*WHAT IS NEEDED*
Search the entries for the word "total" and report each line that has it.

SUPPLIED MATERIAL START

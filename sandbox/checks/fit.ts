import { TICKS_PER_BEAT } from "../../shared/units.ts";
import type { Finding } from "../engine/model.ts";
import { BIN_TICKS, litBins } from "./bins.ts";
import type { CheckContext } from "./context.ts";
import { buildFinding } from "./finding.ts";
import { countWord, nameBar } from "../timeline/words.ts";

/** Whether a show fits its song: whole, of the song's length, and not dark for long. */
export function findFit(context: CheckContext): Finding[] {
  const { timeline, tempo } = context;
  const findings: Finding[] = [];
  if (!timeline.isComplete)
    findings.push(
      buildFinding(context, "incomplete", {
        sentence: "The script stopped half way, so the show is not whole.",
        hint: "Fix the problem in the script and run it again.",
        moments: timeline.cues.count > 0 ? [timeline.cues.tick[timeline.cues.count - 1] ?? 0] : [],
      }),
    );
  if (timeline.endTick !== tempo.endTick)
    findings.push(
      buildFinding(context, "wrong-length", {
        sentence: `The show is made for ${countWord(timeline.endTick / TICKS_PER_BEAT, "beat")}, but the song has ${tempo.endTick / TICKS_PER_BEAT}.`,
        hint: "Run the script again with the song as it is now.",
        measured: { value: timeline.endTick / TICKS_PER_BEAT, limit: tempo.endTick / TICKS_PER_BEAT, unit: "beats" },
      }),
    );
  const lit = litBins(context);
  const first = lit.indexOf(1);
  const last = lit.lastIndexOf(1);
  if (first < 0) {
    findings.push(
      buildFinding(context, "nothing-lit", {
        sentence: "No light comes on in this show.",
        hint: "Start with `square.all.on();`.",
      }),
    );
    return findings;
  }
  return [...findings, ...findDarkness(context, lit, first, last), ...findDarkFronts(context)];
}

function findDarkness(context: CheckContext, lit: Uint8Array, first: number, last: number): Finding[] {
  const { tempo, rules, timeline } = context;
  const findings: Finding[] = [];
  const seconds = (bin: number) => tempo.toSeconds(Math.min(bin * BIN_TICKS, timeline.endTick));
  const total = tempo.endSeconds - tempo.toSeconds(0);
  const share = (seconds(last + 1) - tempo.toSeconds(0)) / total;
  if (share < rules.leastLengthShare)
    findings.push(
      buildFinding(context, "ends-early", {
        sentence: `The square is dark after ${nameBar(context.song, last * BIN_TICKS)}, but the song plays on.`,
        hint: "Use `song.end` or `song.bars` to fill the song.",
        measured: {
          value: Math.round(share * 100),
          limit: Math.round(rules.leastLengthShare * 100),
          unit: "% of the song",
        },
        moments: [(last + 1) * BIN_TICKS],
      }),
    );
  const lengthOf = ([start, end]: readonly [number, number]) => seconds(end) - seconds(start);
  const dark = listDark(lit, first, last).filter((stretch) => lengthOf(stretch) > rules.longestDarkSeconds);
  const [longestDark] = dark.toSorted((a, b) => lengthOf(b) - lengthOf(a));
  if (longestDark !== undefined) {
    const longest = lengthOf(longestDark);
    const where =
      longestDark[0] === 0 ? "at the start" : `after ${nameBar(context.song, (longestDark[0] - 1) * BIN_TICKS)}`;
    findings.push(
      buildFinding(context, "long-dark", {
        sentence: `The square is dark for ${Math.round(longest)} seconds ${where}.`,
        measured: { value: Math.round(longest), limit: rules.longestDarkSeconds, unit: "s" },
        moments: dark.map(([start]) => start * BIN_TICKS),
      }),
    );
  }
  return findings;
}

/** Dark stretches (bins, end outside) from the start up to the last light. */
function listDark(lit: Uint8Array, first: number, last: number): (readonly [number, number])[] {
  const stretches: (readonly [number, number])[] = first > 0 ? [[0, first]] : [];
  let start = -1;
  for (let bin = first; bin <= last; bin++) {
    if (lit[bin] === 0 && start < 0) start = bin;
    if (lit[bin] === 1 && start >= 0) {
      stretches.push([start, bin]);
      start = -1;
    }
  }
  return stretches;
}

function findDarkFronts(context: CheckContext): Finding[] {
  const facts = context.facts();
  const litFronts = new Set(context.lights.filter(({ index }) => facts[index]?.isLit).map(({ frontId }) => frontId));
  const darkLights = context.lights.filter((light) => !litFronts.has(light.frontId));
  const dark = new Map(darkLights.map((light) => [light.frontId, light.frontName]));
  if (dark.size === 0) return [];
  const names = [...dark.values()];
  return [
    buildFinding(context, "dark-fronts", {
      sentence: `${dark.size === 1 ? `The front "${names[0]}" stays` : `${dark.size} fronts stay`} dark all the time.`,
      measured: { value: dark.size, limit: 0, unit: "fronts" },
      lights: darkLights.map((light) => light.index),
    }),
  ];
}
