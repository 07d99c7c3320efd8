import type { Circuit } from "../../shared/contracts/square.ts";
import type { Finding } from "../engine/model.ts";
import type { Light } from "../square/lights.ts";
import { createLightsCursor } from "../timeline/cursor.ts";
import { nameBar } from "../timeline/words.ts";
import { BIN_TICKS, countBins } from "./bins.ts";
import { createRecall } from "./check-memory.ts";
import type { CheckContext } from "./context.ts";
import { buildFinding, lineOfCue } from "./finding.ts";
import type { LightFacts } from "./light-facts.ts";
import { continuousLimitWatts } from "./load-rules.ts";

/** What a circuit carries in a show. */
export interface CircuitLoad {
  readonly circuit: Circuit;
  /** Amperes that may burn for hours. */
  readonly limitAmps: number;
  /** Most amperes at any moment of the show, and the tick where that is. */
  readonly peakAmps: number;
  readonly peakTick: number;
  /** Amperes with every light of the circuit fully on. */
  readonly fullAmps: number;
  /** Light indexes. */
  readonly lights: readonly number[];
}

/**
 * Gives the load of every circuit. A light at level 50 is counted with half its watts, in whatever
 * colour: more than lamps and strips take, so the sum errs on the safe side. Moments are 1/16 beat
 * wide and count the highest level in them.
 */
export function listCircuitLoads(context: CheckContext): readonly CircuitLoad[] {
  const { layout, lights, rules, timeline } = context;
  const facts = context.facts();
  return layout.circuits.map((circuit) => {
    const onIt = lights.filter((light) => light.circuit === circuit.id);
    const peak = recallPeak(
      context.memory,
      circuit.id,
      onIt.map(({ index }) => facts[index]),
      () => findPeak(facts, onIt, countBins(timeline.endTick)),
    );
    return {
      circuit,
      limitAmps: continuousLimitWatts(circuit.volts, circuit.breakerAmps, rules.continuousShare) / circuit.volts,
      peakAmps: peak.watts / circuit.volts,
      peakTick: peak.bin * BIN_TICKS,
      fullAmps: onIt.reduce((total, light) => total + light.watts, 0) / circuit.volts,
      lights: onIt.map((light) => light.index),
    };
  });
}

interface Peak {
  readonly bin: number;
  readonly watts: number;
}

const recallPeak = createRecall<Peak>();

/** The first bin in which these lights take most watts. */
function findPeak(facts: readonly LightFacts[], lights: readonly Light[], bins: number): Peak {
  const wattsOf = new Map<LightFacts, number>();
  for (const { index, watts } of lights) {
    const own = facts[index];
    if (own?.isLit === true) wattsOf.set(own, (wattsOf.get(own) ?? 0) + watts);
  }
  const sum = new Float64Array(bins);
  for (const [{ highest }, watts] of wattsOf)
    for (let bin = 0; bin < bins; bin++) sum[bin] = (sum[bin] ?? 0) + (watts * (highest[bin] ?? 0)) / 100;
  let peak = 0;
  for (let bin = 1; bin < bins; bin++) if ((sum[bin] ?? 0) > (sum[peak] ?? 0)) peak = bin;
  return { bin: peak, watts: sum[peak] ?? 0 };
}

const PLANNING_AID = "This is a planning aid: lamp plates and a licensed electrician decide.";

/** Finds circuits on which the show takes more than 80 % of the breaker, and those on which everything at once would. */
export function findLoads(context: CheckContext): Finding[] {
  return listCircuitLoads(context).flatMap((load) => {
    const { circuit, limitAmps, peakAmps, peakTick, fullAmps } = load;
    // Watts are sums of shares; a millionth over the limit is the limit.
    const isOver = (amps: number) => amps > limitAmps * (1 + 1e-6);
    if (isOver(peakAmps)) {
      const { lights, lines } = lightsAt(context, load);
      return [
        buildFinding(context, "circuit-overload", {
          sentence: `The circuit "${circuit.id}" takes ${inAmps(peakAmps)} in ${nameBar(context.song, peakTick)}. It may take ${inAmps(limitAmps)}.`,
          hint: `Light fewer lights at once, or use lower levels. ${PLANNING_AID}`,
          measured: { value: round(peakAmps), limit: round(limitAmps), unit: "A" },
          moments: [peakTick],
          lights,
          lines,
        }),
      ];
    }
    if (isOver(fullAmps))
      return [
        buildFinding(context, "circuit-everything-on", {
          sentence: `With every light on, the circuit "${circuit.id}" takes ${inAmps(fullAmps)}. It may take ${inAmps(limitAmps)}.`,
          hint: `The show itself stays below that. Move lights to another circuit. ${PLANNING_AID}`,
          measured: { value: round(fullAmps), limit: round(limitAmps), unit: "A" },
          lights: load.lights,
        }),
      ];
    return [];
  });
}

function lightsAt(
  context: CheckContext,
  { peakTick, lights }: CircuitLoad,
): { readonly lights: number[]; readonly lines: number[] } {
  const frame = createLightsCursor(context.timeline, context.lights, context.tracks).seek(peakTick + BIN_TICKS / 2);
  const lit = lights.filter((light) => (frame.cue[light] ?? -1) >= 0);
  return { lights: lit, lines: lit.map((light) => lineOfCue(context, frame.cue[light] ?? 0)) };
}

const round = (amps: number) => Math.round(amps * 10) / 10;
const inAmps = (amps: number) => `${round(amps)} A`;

SUPPLIED MATERIAL END
SUPPLIED MATERIAL START

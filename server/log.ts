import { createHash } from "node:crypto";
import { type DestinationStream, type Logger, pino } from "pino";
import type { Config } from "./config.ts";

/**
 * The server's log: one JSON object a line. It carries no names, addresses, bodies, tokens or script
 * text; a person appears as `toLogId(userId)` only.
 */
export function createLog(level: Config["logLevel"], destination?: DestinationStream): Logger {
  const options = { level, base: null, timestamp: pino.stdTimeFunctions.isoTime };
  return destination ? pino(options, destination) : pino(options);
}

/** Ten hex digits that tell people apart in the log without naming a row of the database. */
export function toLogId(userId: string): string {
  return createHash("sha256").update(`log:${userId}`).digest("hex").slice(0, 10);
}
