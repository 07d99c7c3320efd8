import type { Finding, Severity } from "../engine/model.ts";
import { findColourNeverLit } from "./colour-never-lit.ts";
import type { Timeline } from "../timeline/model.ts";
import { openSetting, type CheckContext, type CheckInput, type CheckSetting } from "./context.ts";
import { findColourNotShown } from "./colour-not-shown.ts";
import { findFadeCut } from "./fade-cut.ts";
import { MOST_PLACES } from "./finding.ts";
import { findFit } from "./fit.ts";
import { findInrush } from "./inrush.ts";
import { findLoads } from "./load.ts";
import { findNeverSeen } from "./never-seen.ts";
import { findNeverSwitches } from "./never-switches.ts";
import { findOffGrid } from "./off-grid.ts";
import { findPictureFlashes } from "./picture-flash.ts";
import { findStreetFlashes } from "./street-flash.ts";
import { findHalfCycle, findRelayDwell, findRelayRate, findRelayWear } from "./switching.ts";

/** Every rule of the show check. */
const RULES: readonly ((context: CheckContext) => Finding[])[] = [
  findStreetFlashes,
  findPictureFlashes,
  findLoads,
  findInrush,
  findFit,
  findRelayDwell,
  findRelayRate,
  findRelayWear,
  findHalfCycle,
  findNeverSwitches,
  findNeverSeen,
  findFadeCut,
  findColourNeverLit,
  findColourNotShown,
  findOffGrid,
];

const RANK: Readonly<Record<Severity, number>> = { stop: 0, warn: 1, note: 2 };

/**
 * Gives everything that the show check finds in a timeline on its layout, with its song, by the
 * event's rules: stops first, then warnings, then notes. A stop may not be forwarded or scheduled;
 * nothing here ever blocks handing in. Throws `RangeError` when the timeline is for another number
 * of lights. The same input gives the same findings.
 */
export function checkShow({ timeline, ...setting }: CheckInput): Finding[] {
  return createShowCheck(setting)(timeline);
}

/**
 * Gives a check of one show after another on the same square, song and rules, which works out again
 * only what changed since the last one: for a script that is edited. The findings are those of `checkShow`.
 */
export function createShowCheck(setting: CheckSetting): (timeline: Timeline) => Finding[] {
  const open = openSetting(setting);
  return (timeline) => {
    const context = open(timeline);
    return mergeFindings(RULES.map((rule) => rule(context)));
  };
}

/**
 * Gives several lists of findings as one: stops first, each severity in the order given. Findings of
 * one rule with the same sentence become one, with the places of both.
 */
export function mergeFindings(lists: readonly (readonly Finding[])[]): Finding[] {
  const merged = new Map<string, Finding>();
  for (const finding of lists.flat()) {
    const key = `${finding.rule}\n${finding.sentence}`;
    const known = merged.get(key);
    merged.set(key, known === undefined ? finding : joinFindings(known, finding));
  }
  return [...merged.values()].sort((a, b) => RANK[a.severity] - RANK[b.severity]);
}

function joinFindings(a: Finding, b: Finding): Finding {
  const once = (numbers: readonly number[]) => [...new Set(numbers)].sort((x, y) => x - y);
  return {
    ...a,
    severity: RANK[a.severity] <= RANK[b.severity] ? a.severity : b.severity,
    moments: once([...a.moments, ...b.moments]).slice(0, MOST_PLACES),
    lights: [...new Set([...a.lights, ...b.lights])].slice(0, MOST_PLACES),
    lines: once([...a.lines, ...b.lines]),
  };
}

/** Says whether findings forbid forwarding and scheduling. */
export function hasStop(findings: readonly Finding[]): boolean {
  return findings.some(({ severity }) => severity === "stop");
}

SUPPLIED MATERIAL END
SUPPLIED MATERIAL START

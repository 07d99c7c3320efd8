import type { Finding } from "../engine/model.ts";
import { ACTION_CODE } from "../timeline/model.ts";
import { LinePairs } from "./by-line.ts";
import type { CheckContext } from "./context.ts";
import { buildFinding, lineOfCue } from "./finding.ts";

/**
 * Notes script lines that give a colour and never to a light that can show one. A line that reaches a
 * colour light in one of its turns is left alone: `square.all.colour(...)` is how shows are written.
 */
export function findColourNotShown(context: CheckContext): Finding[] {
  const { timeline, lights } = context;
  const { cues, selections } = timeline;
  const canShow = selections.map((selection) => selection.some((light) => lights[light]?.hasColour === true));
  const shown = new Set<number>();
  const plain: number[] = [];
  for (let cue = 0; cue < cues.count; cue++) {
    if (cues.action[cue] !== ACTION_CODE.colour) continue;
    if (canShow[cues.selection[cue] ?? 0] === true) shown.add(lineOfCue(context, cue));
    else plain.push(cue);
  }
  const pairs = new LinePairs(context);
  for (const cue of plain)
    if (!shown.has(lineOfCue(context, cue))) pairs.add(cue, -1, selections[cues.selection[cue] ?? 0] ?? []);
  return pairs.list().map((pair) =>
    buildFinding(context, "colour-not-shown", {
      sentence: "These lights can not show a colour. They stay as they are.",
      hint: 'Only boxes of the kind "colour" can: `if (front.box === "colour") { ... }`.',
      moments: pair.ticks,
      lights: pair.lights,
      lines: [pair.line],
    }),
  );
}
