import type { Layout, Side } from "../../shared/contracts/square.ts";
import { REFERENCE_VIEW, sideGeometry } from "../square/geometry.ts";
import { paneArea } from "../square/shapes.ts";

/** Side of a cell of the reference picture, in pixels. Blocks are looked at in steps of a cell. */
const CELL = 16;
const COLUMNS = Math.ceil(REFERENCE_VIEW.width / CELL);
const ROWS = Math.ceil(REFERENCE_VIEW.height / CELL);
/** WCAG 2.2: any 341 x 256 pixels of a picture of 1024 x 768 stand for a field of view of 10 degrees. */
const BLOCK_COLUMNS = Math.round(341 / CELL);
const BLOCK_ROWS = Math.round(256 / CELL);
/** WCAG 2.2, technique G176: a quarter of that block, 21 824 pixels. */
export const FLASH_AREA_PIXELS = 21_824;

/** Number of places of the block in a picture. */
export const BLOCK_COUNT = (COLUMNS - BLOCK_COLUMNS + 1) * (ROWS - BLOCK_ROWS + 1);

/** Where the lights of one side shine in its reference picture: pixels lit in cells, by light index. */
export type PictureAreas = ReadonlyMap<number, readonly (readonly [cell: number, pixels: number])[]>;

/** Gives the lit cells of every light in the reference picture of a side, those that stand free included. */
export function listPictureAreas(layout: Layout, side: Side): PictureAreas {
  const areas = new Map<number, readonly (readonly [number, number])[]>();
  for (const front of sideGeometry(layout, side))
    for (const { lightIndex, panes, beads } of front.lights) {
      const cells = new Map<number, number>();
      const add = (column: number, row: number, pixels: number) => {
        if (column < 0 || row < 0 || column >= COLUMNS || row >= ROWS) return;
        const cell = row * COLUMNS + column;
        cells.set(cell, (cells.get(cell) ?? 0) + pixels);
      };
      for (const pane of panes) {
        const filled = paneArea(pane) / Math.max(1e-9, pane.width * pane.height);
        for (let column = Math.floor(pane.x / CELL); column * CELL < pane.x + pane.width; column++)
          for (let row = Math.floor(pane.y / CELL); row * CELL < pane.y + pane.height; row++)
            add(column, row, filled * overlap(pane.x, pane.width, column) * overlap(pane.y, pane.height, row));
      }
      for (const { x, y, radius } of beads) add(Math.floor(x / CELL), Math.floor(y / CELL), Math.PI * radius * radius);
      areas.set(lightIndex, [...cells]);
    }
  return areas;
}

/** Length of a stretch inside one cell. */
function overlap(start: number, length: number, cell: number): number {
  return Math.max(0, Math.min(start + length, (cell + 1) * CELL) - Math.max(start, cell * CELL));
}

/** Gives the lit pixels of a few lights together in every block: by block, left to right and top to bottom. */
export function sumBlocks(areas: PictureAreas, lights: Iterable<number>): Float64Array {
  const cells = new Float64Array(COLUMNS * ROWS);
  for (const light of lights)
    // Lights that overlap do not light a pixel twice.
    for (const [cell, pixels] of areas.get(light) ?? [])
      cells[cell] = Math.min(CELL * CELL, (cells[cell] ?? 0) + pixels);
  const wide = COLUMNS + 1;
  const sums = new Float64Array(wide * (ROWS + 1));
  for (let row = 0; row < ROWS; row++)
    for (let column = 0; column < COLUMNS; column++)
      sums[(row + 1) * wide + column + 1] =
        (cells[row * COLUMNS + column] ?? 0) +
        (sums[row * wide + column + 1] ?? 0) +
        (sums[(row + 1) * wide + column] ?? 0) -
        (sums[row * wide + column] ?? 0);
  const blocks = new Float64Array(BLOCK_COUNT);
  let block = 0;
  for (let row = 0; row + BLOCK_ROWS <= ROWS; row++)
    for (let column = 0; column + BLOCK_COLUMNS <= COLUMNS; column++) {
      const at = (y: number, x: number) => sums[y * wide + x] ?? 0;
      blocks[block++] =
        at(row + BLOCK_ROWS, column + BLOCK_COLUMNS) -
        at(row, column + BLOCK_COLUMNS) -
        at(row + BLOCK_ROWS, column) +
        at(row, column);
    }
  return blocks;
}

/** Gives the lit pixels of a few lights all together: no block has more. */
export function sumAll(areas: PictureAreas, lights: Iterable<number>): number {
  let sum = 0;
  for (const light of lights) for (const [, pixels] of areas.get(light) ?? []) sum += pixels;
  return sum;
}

SUPPLIED MATERIAL END

*YOUR RESPONSE*
  const total = tempo.endSeconds - tempo.toSeconds(0);
  const share = (seconds(last + 1) - tempo.toSeconds(0)) / total;
      fullAmps: onIt.reduce((total, light) => total + light.watts, 0) / circuit.volts,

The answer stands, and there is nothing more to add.